A divorce announcement does the same thing. It allows you to contact everyone en masse if you wish. You needn't then spend half an hour on the phone with your cousin, recount it all to your Pilates friend, or explain it all to your college roommate.

Doing this can ease your burden by checking the big box completely in one fell swoop.

Express Appreciation

There are likely many people who have been supporting you as you have gone through the emotional and practical challenges of reaching this point in your relationship.

In an announcement, you can thank them publicly for all they have done for you and let them know how much you appreciate the help and support they have provided you as you have moved through this period of your life.

This can be as simple as thanking people in general or as specific as you might want if there are specific people and isolated incidences of assistance you want to call out.

Stop Ongoing Inquiries

If your marriage has been challenging for some time, it's likely that many of your family, friends, and acquaintances are aware of the problems in your relationship. They may frequently check in on you out of concern (and sometimes just plain nosiness).

Creating a divorce announcement ends those ongoing inquiries and allows you to inform the people you select about your divorce.

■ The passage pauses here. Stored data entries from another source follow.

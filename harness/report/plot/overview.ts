// The suite overview's small plots: one row per scenario, one marker per build (friction margin
// and slip dots on shared axes), and the build swatches of the legend.

import { markerPath } from './path.js';
import { CONE_COLOUR, GRID, INK, type BuildStyle } from './palette.js';
import { linearScale } from './scale.js';
import { asSvg, label, num, type SvgMarkup } from './svg.js';
export interface DotValue {
  value: number | null;
  style: BuildStyle;
}

export const OVERVIEW_WIDTH = 220;

/**
 * Friction margin min of every build on one line from MARGIN_AXIS[0] to [1], the cone (0) marked
 * and the far side shaded. The axis is cut where the interesting values are (a walking robot's
 * worst margin sits in −0.25 … 0.5); values beyond are drawn hollow at the edge.
 */
export const MARGIN_AXIS: [number, number] = [-0.25, 0.5];
export function marginDots(values: DotValue[]): SvgMarkup {
  const x = linearScale(MARGIN_AXIS[0], MARGIN_AXIS[1], 8, OVERVIEW_WIDTH - 8);
  let out = `<svg class="dots margin" viewBox="0 0 ${OVERVIEW_WIDTH} 22" width="${OVERVIEW_WIDTH}" height="22" role="img">`;
  const [lo, hi] = MARGIN_AXIS;
  out += `<rect x="${num(x(lo))}" y="3" width="${num(x(0) - x(lo))}" height="16" fill="#f6dccb"/>`;
  out += `<path d="M${num(x(lo))} 11H${num(x(hi))}" stroke="${GRID}"/><path d="M${num(x(0))} 2V20" stroke="${CONE_COLOUR}" stroke-dasharray="2 1.5"/>`;
  for (const t of [-0.2, -0.1, 0.1, 0.2, 0.3, 0.4, 0.5]) out += `<path d="M${num(x(t))} 8V14" stroke="${GRID}"/>`;
  for (const v of values) {
    if (v.value === null) continue;
    const inside = v.value >= lo && v.value <= hi;
    const at = x(Math.max(lo, Math.min(hi, v.value)));
    out += inside
      ? `<path class="dot" d="${markerPath(v.style.shape, at, 11, 4.2)}" fill="${v.style.colour}" fill-opacity="0.9" stroke="#fff" stroke-width="0.8"/>`
      : `<path class="dot" d="${markerPath(v.style.shape, at, 11, 4.2)}" fill="#fff" stroke="${v.style.colour}" stroke-width="1.6"/>`;
  }
  return asSvg(out + '</svg>');
}

/** Slip distance of every build on a log axis from 1 mm to 1 m (beyond: at the edges). */
export function slipDots(values: DotValue[]): SvgMarkup {
  const x = linearScale(-3, 0, 8, OVERVIEW_WIDTH - 8);
  const at = (m: number) => x(Math.max(-3, Math.min(0, Math.log10(Math.max(m, 1e-3)))));
  let out = `<svg class="dots slip" viewBox="0 0 ${OVERVIEW_WIDTH} 22" width="${OVERVIEW_WIDTH}" height="22" role="img">`;
  out += `<path d="M${num(x(-3))} 11H${num(x(0))}" stroke="${GRID}"/>`;
  for (const t of [-3, -2, -1, 0]) out += `<path d="M${num(x(t))} 7V15" stroke="${GRID}"/>`;
  for (const v of values) {
    if (v.value === null) continue;
    out += `<path class="dot" d="${markerPath(v.style.shape, at(v.value), 11, 4.2)}" fill="${v.style.colour}" fill-opacity="0.9" stroke="#fff" stroke-width="0.8"/>`;
  }
  return asSvg(out + '</svg>');
}

/** Axis captions for the overview columns (numbers only). */
export function marginAxis(): SvgMarkup {
  const x = linearScale(MARGIN_AXIS[0], MARGIN_AXIS[1], 8, OVERVIEW_WIDTH - 8);
  let out = `<svg class="dots-axis" viewBox="0 0 ${OVERVIEW_WIDTH} 14" width="${OVERVIEW_WIDTH}" height="14" aria-hidden="true">`;
  for (const t of [-0.2, 0, 0.2, 0.4]) out += `<text x="${num(x(t))}" y="11" text-anchor="middle">${label(t, 1)}</text>`;
  return asSvg(out + '</svg>');
}

export function slipAxis(): SvgMarkup {
  const x = linearScale(-3, 0, 8, OVERVIEW_WIDTH - 8);
  let out = `<svg class="dots-axis" viewBox="0 0 ${OVERVIEW_WIDTH} 14" width="${OVERVIEW_WIDTH}" height="14" aria-hidden="true">`;
  const names = ['1 mm', '1 cm', '10 cm', '1 m'];
  const anchors = ['start', 'middle', 'middle', 'end'];
  [-3, -2, -1, 0].forEach((t, k) => (out += `<text x="${num(x(t))}" y="11" text-anchor="${anchors[k]}">${names[k]}</text>`));
  return asSvg(out + '</svg>');
}

/** A legend swatch for a build: its marker and dash, no text (the name is HTML beside it). */
export function buildSwatch(style: BuildStyle): SvgMarkup {
  return asSvg(
    `<svg class="swatch" viewBox="0 0 34 14" width="34" height="14" aria-hidden="true">` +
      `<path d="M1 7H33" stroke="${style.colour}" stroke-width="2"${style.dash ? ` stroke-dasharray="${style.dash}"` : ''}/>` +
      `<path d="${markerPath(style.shape, 17, 7, 4.2)}" fill="${style.colour}" stroke="#fff" stroke-width="0.8"/></svg>`,
  );
}
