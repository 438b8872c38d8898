// `footing run`: every (scenario × build) pair of a suite through the suite runner (run/suite.ts),
// then the results folder: results.json, junit.xml, summary.md, report.html, and gate.md when a
// baseline build is named. Exit 0 every run passes (and the gate holds), 1 otherwise, 2 bad input.

import { createHash } from 'node:crypto';
import path from 'node:path';
import { attachBench } from '../bench/attach.js';
import { observationRequest, timedScenarios } from '../bench/pairedLoopTime.js';
import { measureSuiteLoopTimes, measureSuiteLoopTimesInThread, timeableInThread, warmLoopTimeThread } from '../bench/suiteLoopTime.js';
import type { PackedObservations } from '../contract/packed.js';
import { DEFAULT_BENCH_SCENARIO } from '../bench/defaults.js';
import { runBench } from '../bench/run.js';
import type { BuildSpec } from '../builds/spec.js';
import { describeOrigin, itemLabel, type RunFlags } from '../config/resolve.js';
import { writeFileAtomicSync } from '../files/atomic.js';
import { formatIssue } from '../files/issue.js';
import { defaultPolicy, type GatePolicy } from '../gate/defaults.js';
import { gateWithinResults } from '../gate/gate.js';
import { loadPolicy } from '../gate/policy.js';
import { renderGateMarkdown, verdictLine } from '../gate/render.js';
import { gateDivergences, renderDivergenceMarkdown } from '../results/divergence.js';
import type { PairedLoopTimeRecord } from '../results/loopTime.js';
import { createResultsFile, firstReason } from '../results/runResult.js';
import type { ResultsFile, RunResult, ShardRecord } from '../results/types.js';
import type { ResolvedScenario } from '../scenario/types.js';
import { defaultJobs, warmRunThreads, type RunTimeout } from '../run/pool.js';
import { buildManifests, type PreparedBuild } from '../run/prepare.js';
import { resolveShard, ShardSpecError, type ShardSpec } from '../run/shard.js';
import { SIGNAL_EXIT } from '../run/interrupt.js';
import { lockOutputFolder, OutputFolderError } from '../run/outputLock.js';
import { countStatuses, runPairs, SuiteInterruptedError } from '../run/suite.js';
import { loadScenarioFile } from '../scenario/load.js';
import { TOOL_VERSION } from '../version.js';
import { resolveForCommand } from './config.js';
import { prepareConfiguredBuilds } from './gitBuilds.js';
import { EXIT, exitCodeOfRuns, type ExitCode } from './exit.js';
import { aheadLine, OUTPUT_FILES, writeOutputs } from './outputs.js';
import { prepareScenarioPlots, type PreparedPlots } from '../report/model.js';
import { isOutcome, prepareBuildSpecs, prepareScenarioList, startCommand, type CommandOutcome, type SuiteCommandOptions } from './skeleton.js';

export type { PreparedBuild } from '../run/prepare.js';

/** Time per bench task with `run --bench`: shorter than `footing bench`, enough for the gate's ±30 %. */
const SUITE_BENCH_TIME_ms = 400;
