"""How sure: input distributions, sampling and one-at-a-time sensitivity.

A scenario's point estimate (:func:`interact.assessment.assess`) rests on
inputs that are known only roughly.  Here each input may carry a
distribution; samples of all of them go through the same vectorised
equations as the point estimate (:mod:`interact.exposure`,
:mod:`interact.prediction`), evaluated on arrays, so that a distribution of
zero width gives back the point estimate bit for bit.

Distributions (all parameters in the input's own canonical unit):

- log-normal from a coefficient of variation: median = the point value,
  sigma = sqrt(ln(1 + CV^2))  (standard log-normal moments; common practice);
- log-normal from a 95% interval (for example a fitted Ki's confidence
  interval): median = sqrt(lower x upper), sigma = ln(upper/lower) / (2 x 1.959964);
- uniform between two bounds;
- fixed at the point value.

How the user declares them (not part of the scenario file):

- on the command line, ``--vary PATH=SPEC`` with SPEC ``cv:30%``,
  ``ci:0.8 uM,2.1 uM``, ``uniform:0.5,0.9`` or ``fixed``;
- in a sidecar TOML file with a ``[vary]`` table of ``"PATH" = "SPEC"`` and an
  optional ``[sampling]`` table (``samples``, ``seed``, ``method``).

PATH names a scenario input as in the scenario file, e.g.
``perpetrator.inhibits[0].ki``, ``perpetrator.cmax``,
``victim.pathways[0].fm``, a transporter route's ``victim.pathways[1].fraction``,
``victim.renal_fraction`` (see :meth:`ScenarioModel.inputs`).

Sampled fractions are kept inside (0, 1] (fm, route and renal fractions inside
[0, 1]; values outside are moved to the bound and counted), and where sampled
fractions break one of the scenario reader's organ sums they are scaled down
together (counted too): fm + hepatic uptake + renal fraction at most 1 of
systemic clearance (with the hepatic clearances: fm at most 1 of CLmet, uptake
at most 1 of PS_inf, renal fraction at most 1 - the hepatic fraction);
intestinal efflux at most Fg of the oral dose; renal secretion at most 1 of
renal clearance.
"""

from __future__ import annotations

import dataclasses
import math
import re
from collections.abc import Callable, Mapping, Sequence
from dataclasses import dataclass, field
from typing import Any, Final

import numpy as np
import pint
from numpy.typing import NDArray

from . import model as _model
from . import units
from .arrays import band_codes, band_labels
from .assessment import Assessment
from .constants import Constant, kdeg_per_h
from .dosing import ACTIONS, Regimen, choose_regimens, feasible_fraction, regimen_label
from .errors import InputError
from .exposure import enterocyte_um, unbound_cmax_um, unbound_inlet_um
from .kinetics.conversion import ki_from_ic50
from .prediction import Routes, liver_ratio, reversible_term, route_pathways, routes_of
from .scenario import INTERVAL_KEYS, Inhibition
from .tables import load_classes, resolve_target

That is not to say that they won't then continue to check in to see how you are doing, but at least you won't have to answer questions about how your marriage is doing.

Ask for Support

You may need various forms of support as you move forward with this change in your life. The announcement allows you to ask for what you need, such as help with your children's adjustment, help finding a new home, or more general support, such as prayers or good energy.

Request Privacy

There's a reason most celebrity divorce announcements ask for privacy. This is a challenging transitional time for you, and asking for privacy sends a message that you don't want to talk about it and aren't ready to be open about your feelings and your decisions. It sets boundaries and prevents people from seeking details.

Break Up With Your Spouse

It's unusual but not unheard of to notify your spouse that you're getting a divorce by making a broad announcement. This is not generally the best way to tell your spouse you have decided your marriage is over, but it might be a path that feels right to you.

Final Thoughts

There are a variety of reasons to choose to write a divorce announcement. There is no good or bad reasoning. What matters is that you feel comfortable notifying people about your decision.